# A dilema - 1989 Pearson 31-2



## Delirious (Dec 16, 2001)

I am faced with a dilema. We found a design we very much like for our sailing needs - a 1989 Pearson 31-2 - but it has a few problems.

The current owner thinks the world of it (of the 9 P31-2s I found in Soundings & yachtworld.com his is priced #2) but I think about 28% less of it.

Here is the worst of it. (Not yet having had it surveyed - I just visited it for the first time today). These images do not quite do it justice.



















The deck was painted (brush & roller I'm guessing) with an as yet unidentified paint and is a shoddy job. Poor coverage and shiny in places but dull in others. I assume the product was designed for boats but that may be optimistic based on other additions and maintenance items. Looks like crap when you're standing over it, but not from a distance. Luckily he didn't go after the cabin top or cockpit.

Here's why I went 550 miles to see it:










Why I'm even still bothering is that the interior is very good, the engine _looks_ clean and overall the boat is in good shape.

But then there's the details. Here's a typical bit of gear:










Rusted steel spring clips (a la Tractor Supply style as I would use in the clevis pins on my Ford 640) in about half the turnbuckles, home garage style battery charger (alligator clips and all) instead of a permanent mount, anchor shackle moused with #12 automotive wire - insulation and all. Real chicken-sh*t yardwork. The scary thing is he does all his own maintenence. I believe he has owned the boat only about three years, and I'm hoping he hasn't done permanent harm.

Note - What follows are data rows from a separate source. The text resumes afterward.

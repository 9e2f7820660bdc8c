//! `oddsboard start FILE --log LOG`: creates a log whose first record is the
//! incident in FILE. Never overwrites.

use super::CliResult;
use super::input::{actor, load_state};
use crate::log::LogWriter;
use std::path::PathBuf;

#[derive(Debug, clap::Args)]
pub struct Args {
    /// Incident file (or a log: its state at the end starts the new log).
    pub file: PathBuf,
    /// The log to create; refused if it exists.
    #[arg(long)]
    pub log: PathBuf,
    /// Who opens the log (default: $USER, else "operator").
    #[arg(long)]
    pub by: Option<String>,
    /// Stamp the opening record with this time (RFC 3339) instead of now,
    /// for recording a drill or an exercise after the fact.
    #[arg(long, value_name = "RFC3339", value_parser = super::record::parse_at)]
    pub at: Option<chrono::DateTime<chrono::Utc>>,
    /// Print what was created as one JSON document.
    #[arg(long)]
    pub json: bool,
}

pub fn run(args: Args) -> CliResult {
    let incident = load_state(&args.file)?;
    if !incident.observations.is_empty() {
        // A snapshot holds ratings, not readings (docs/model.md).
        eprintln!(
            "note: the {} field readings of {} do not carry into the new log; its odds start from the ratings as rated (re-rate units first to keep what the readings showed)",
            incident.observations.readings().len(),
            args.file.display()
        );
    }
    let writer = LogWriter::create_at(&args.log, &incident, &actor(args.by), args.at)?;
    let s = writer.state();
    if args.json {
        let v = serde_json::json!({
            "log": args.log.display().to_string(),
            "seq": writer.last_seq(),
            "incident": s.name,
            "units": s.roster_len(),
            "tasks": s.tasks.len(),
        });
        println!("{v}");
        return Ok(());
    }
    println!(
        "started {}: seq 1, incident snapshot of {} ({} units, {} tasks)",
        args.log.display(),
        crate::clean::clean(&s.name),
        s.roster_len(),
        s.tasks.len()
    );
    Ok(())
}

I pulled the dipstick on the cold engine and it was full to the top! I started the motor and it ran with thick black smoke for 15 seconds and then billowed white until I shut it down after a minute (and left a slick on the water behind the boat). His dock neighbors said that the boat is mostly a wine cellar and they didn't think it had been sailed at all this year and not much prior years. The marina office agreed with their accessment.

So, obviously I am still dumb enough to be considering her or I'd never have posted this much. As I said, my bid will go way low and pending a survey (my surveyor at my expense) AND at least $1,000 put up by him in escrow on that engine not having a serious problem. I am also going to have to get out of him exactly what he used on that deck so I can get a quote on how much it will cost to correct BEFORE I make an offer.

The hardware issues are correctable for $200 or less. A couple blocks have cracked sheaves & all the turnbuckles need dissassembly, bronze brushing and a wipe of Lanocote. The rest is small pins and a few shackles.

But that d*mned deck. Unforgivable.

I was alone on the boat when his broker took my wife back up to the office and I swear the boat whispered "help me!"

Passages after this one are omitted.